Hyaluronan mediates growth of SW620 colon cancer cells. Because hyaluronan is the active ingredient in Seprafilm®, we hypothesized that Seprafilm® would affect intraperitoneal tumor growth in a mouse model of peritoneal seeding.

Methods

Immunodeficient mice underwent laparotomy and intraperitoneal inoculation of 105 SW620 cells.

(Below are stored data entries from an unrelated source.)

"""From a job of a config to the counter of its orbits."""

from __future__ import annotations

from dataclasses import dataclass

from atlas.config.draws import KINDS
from atlas.config.jobs import Job, TileSet
from atlas.errors import PlanRefused
from atlas.orbits.orbit import OrbitCounter, Rules
from atlas.orbits.sampling import IN_TILES, ON_PLATES, automatic, whole_height
from atlas.orbits.schedule import Schedule
from atlas.plan import check_counter


def counter_of(job: Job, columns: int, rows: int) -> OrbitCounter:
    """Return the counter of a job's orbits at a resolution, refused where float64 or a count cannot hold it.

    With ``samples: auto`` it has the samples that suffice where the attractor lies inside the view;
    :func:`resolved` looks closer.

    Raises
    ------
    PlanRefused
    """
    _refuse_what_is_not_drawn_yet(job)
    samples = job.samples
    if not isinstance(samples, int):
        samples = whole_height(rows, job.values_per_column * len(job.starts), counts_per_cell(job))
    rules = Rules(job.transient, job.transient_limit, samples, job.values_per_column, job.longest_period)
    counter = OrbitCounter(job.family, job.view, columns, rows, rules, set=job.set, starts=job.starts)
    check_counter(counter, job.name)
    return counter


# To be deleted as the kinds of view come to be drawn.
def _refuse_what_is_not_drawn_yet(job: Job) -> None:
    """Refuse what configs can ask for and this version does not draw."""
    what = ""
    if job.kind != "histogram":
        what = KINDS[job.kind]
    elif job.record:
        what = "a density of recorded states"
    elif job.by_attractor:
        what = "a density by attractor"
    elif job.up.name not in job.family.state_names:
        what = "a density of an observable"
    elif job.family.patterns:
        what = "a map with a pattern"
    elif any(state.wrap for state in job.family.states):
        what = "a map with a wrapped state variable"
    if what:
        raise PlanRefused(
            f"{job.name}: {what} is not drawn by this version; draw the density of a state variable"
        )


def resolved(job: Job, counter: OrbitCounter, schedule: Schedule) -> OrbitCounter:
    """Return the counter with the samples that a pilot found for ``samples: auto``."""
    if isinstance(job.samples, int):
        return counter
    return counter.with_samples(piloted(counter, schedule, counts_per_cell(job)))


def piloted(counter: OrbitCounter, schedule: Schedule, counts_per_cell: int = ON_PLATES) -> int:
    """Return the samples of each orbit that a pilot finds; it runs on a worker, so that it can be stopped."""
    counter.warm()
    found: list[int] = []
    schedule.run([lambda: automatic(counter, counts_per_cell, schedule.stop)], found.append)
    return found[0]


def counts_per_cell(job: Job) -> int:
    """Return the mean counts that ``samples: auto`` aims at: fewer in tiles, whose cells are so many more."""
    return IN_TILES if isinstance(job, TileSet) else ON_PLATES


@dataclass(frozen=True)
class Sampled:
    """What the certificate says of the samples of one view."""

    columns: int
    rows: int
    samples_of_each_orbit: int
    exposure: int
    filled_by_repeats: int | None = None

    @property
    def total(self) -> int:
        """Samples of all columns."""
        return self.columns * self.exposure

    def record(self) -> dict[str, int]:
        """Return the numbers by name; those that are not known are left out."""
        numbers = {
            "columns": self.columns,
            "rows": self.rows,
            "of_each_orbit": self.samples_of_each_orbit,
            "of_each_column": self.exposure,
        }
        if self.filled_by_repeats is not None:
            numbers["filled_by_repeats"] = self.filled_by_repeats
        return numbers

Seprafilm® (n = 22), Vicryl mesh (foreign body control; n = 24), or no material (sham; n = 19) was placed under the incision. Mice were killed after four weeks and tumors were dissected, counted, and weighed.

Results

Ninety-five percent of mice in the sham group and 96 percent in the Vicryl group developed intraperitoneal tumors. In contrast, only 64 percent of mice in the Seprafilm® group developed tumors (P = 0.024), and these tumors were smaller than those in the sham group; (Seprafilm® = 42 ± 9 mg vs. sham = 82 ± 17 mg; P = 0.05). In contrast, tumors in the Vicryl group were dramatically larger (349 ± 49 mg; P < 0.001 vs. sham or Seprafilm®).

Conclusions

Despite previous data that suggested that hyaluronan increases colon cancer cell growth, we found that Seprafilm® decreased tumor formation and tended to decrease size in this model. In contrast, Vicryl mesh increased tumor formation and size. Our results suggest that Seprafilm® does not promote intraperitoneal tumor growth, especially compared with Vicryl mesh.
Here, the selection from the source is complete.